Я уже собрался было уходить, но спящий проснулся и снова схватил меня за руку. "Не уходите, - произнес он голосом сильно надтреснутым, но вполне ясным - складывалось такое впечатление, что он слышал конец нашего разговора. - Останьтесь еще ненадолго. Я тут о многом успел подумать и хочу вам кое-что показать". Повернувшись к сиделке, он сказал тихо, но очень отчетливо: "Выйдите отсюда!" Она разгладила постель и снова оставила нас вдвоем. Он глубоко вздохнул, и, если бы я не следил за его лицом, вздох этот показался бы мне вздохом счастливого облегчения. "В шкафу, - сказал он, - вы найдете мои вещи". В шкафу висели два темных костюма. Следуя его указаниям, я снял с плечиков один из жилетов и копался в его кармашках до тех пор, пока пальцы мои не отыскали два кольца. "Я решил предложить Мелиссе выйти за меня замуж теперь, если она захочет. Поэтому я за ней и послал. В конце концов, что от меня проку? Мое имя?" Он едва заметно улыбнулся потолку. "А кольца, он осторожно, почти благоговейно держал их кончиками пальцев, словно облатку на первом причастии, - эти кольца она сама выбрала, уже давно. Теперь они должны принадлежать ей. Может быть..." Он посмотрел на меня долгим ищущим взглядом, и в этом взгляде была боль. "Нет, конечно, - сказал он наконец. Вы-то на ней не женитесь. Зачем это вам? Неважно. Возьмите их для нее, и шубу тоже".
Я опустил кольца в мелкий нагрудный карман пальто и ничего не сказал. Он снова вздохнул и, к моему удивлению, пропел тоненьким тенорком сказочного гнома, приглушенным почти до пределов слышимости, несколько тактов популярной песенки, по которой некоторое время назад сходила с ума вся Александрия, "Jamaisde la vie", - Мелисса все еще танцевала под эту мелодию в клубе. "Послушайте, какая музыка", - сказал он, и я вдруг вспомнил умирающего Антония из стихотворения Кавафиса - стихотворения, которого он никогда не читал и никогда не прочтет.

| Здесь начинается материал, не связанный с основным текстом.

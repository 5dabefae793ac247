"""Long-term trends of annual series: Mann-Kendall test, Sen's slope and false-discovery control.

A trend is tested per pixel on a ``(year, y, x)`` stack (lazily under dask, one numba kernel per pixel) or
per polygon on a long table, with the same kernel:

* the Mann-Kendall statistic S with its tie-corrected variance (Mann 1945; Kendall 1975);
* optionally Hamed & Rao's (1998) variance correction for serially correlated series;
* the Theil-Sen slope (Theil 1950; Sen 1968) with Sen's rank-based confidence interval and Conover's
  intercept;
* Benjamini-Hochberg (1995) q-values across the pixels of a map or the rows of a table, since thousands of
  tests at alpha = 0.05 flag hundreds of pixels on pure noise.

``annual_values`` turns dated values (scenes, per-date water maps) into the one-value-per-year series the
test expects; ``trend_series_figure`` and ``trend_map_figure`` draw the results.
"""

from __future__ import annotations

import math
from collections.abc import Mapping, Sequence
from typing import Any

import numpy as np
import pandas as pd
import xarray as xr

from ..errors import DataQualityError, MonitoringDesignError
from ..inputs.seasons import season_mask
from ._attrs import result_attrs
from ._trend_kernels import N_STATS, STATS, trend_block

MK_REFERENCE = ("Mann (1945) Econometrica 13; Kendall (1975) Rank Correlation Methods; Hamed & Rao (1998) "
                "A modified Mann-Kendall trend test for autocorrelated data, J. Hydrology 204")
SEN_REFERENCE = ("Theil (1950) Proc. KNAW 53; Sen (1968) Estimates of the regression coefficient based on "
                 "Kendall's tau, JASA 63; Conover (1980) Practical Nonparametric Statistics")
FDR_REFERENCES = {
    "bh": "Benjamini & Hochberg (1995) Controlling the false discovery rate, JRSS B 57",
    "by": ("Benjamini & Yekutieli (2001) The control of the false discovery rate under dependency, "
           "Ann. Stat. 29"),
}
AUTOCORRELATION = ("hamed_rao", "none")
HOW = ("median", "mean", "max", "min")
MIN_COUNT_FLOOR = 3  # Hamed & Rao's factor divides by n (n - 1) (n - 2)

# name -> (long name, units: "1", "x" for the series' units, "x/yr" for series units per year; method)
_DESCRIPTIONS = {
    "n": ("number of valid years in the series", "1", "count of finite values"),
    "s": ("Mann-Kendall statistic S", "1", "sum of sign(x_j - x_i) over pairs i < j"),
    "var_s": ("variance of S under no trend, tie-corrected", "1",
              "[n(n-1)(2n+5) - sum g(g-1)(2g+5)] / 18 over tie groups g"),
    "var_s_corrected": ("variance of S used for z", "1", "var_s times n/n* (Hamed & Rao 1998) or var_s"),
    "z": ("Mann-Kendall z score", "1", "(S - sign(S)) / sqrt(var_s_corrected)"),
    "p": ("two-sided p-value of the Mann-Kendall test", "1", "2 (1 - Phi(|z|))"),
    "tau": ("Mann-Kendall tau", "1", "S / (n (n - 1) / 2)"),
    "slope": ("Theil-Sen slope", "x/yr", "median of pairwise slopes (x_j - x_i) / (t_j - t_i)"),
    "slope_lo": ("lower confidence limit of the Theil-Sen slope", "x/yr",
                 "order statistic of the pairwise slopes, Sen (1968) eq. 2.6"),
    "slope_hi": ("upper confidence limit of the Theil-Sen slope", "x/yr",
                 "order statistic of the pairwise slopes, Sen (1968) eq. 2.6"),
    "intercept": ("intercept of the Theil-Sen line at the time origin", "x",
                  "median(x) - slope * median(t - origin) (Conover 1980)"),
}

В гавани как-то вдруг заревели сирены, словно планеты, мучимые болью. И снова я услышал, как этот гном поет о chargrin и bonheur, и пел он не для Мелиссы, а для Ребекки. Как непохоже на душераздирающие звуки того оркестра, к которому прислушивался Антоний, мучительное великолепие голосов струн и человеческих голосов, текущих по темной улице, - последнее "прости", Александрия дарит им тех, на ком ставит свои эксперименты. Каждый человек уходит под свою музыку, подумал я и вспомнил со стыдом и болью неуклюжие движения танцующей Мелиссы.